— Information —
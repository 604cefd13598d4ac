package io.github.gammawright.verification;

import java.util.Random;
import org.hipparchus.random.SobolSequenceGenerator;

/**
 * A low-discrepancy sequence in the unit cube: that of Sobol (1967) with the direction numbers of Joe &amp; Kuo (2008), each
 * coordinate with a digital shift by a number that follows from the seed (L'Ecuyer &amp; Lemieux 2002).
 */
final class PointSequence {

    private static final int BITS = 52;

    private final SobolSequenceGenerator generator;
    private final long[] shifts;

    PointSequence(int dimension, long seed) {
        generator = new SobolSequenceGenerator(dimension);
        // The generator of java.util.Random is specified to the last bit: the same points on every machine.
        Random random = new Random(seed);
        shifts = new long[dimension];
        for (int i = 0; i < dimension; i++) {
            shifts[i] = random.nextLong() >>> (Long.SIZE - BITS);
        }
    }

    /** The next point; its coordinates are in [0, 1). */
    double[] next() {
        double[] point = generator.nextVector();
        for (int i = 0; i < point.length; i++) {
            long digits = (long) Math.scalb(point[i], BITS) ^ shifts[i];
            point[i] = Math.scalb((double) digits, -BITS);
        }
        return point;
    }
}
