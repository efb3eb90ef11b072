import { answerPage, plainAnswer, type PageAnswer, type PageFiles } from "../page/index.ts";
import type { ElectronApi } from "./electron-api.ts";
import { isPageAddress, PAGE_SCHEME } from "./page-address.ts";

/** Must run before the application is ready: only a standard, secure scheme may hold module workers and shared memory. */
export function registerPageScheme(protocol: ElectronApi["protocol"]): void {
  protocol.registerSchemesAsPrivileged([
    { scheme: PAGE_SCHEME, privileges: { standard: true, secure: true, supportFetchAPI: true } },
  ]);
}

export function servePage(protocol: ElectronApi["protocol"], files: PageFiles): void {
  protocol.handle(PAGE_SCHEME, async (request) => {
    const answer = await answerRequest(request, files);
    return new Response(new Uint8Array(answer.body), {
      status: answer.status,
      headers: { ...answer.headers },
    });
  });
}

async function answerRequest(request: Request, files: PageFiles): Promise<PageAnswer> {
  if (request.method !== "GET") return plainAnswer(405, "Only reading is offered here.");
  if (!isPageAddress(request.url)) return plainAnswer(404, "There is nothing at this address.");
  return answerPage(files, new URL(request.url).pathname).catch(() =>
    plainAnswer(500, "Rungline could not read what was asked for."),
  );
}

— Exercise details —
Nothing outside this range should appear: the lines from the start of the listing through the line with "Random random = new Random(seed);", each reproduced exactly, both ends included.

— Result for this exercise —
repository 604cefd13598d4ac
package io.github.gammawright.verification;

import java.util.Random;
import org.hipparchus.random.SobolSequenceGenerator;

/**
 * A low-discrepancy sequence in the unit cube: that of Sobol (1967) with the direction numbers of Joe &amp; Kuo (2008), each
 * coordinate with a digital shift by a number that follows from the seed (L'Ecuyer &amp; Lemieux 2002).
 */
final class PointSequence {

    private static final int BITS = 52;

    private final SobolSequenceGenerator generator;
    private final long[] shifts;

    PointSequence(int dimension, long seed) {
        generator = new SobolSequenceGenerator(dimension);
        // The generator of java.util.Random is specified to the last bit: the same points on every machine.
        Random random = new Random(seed);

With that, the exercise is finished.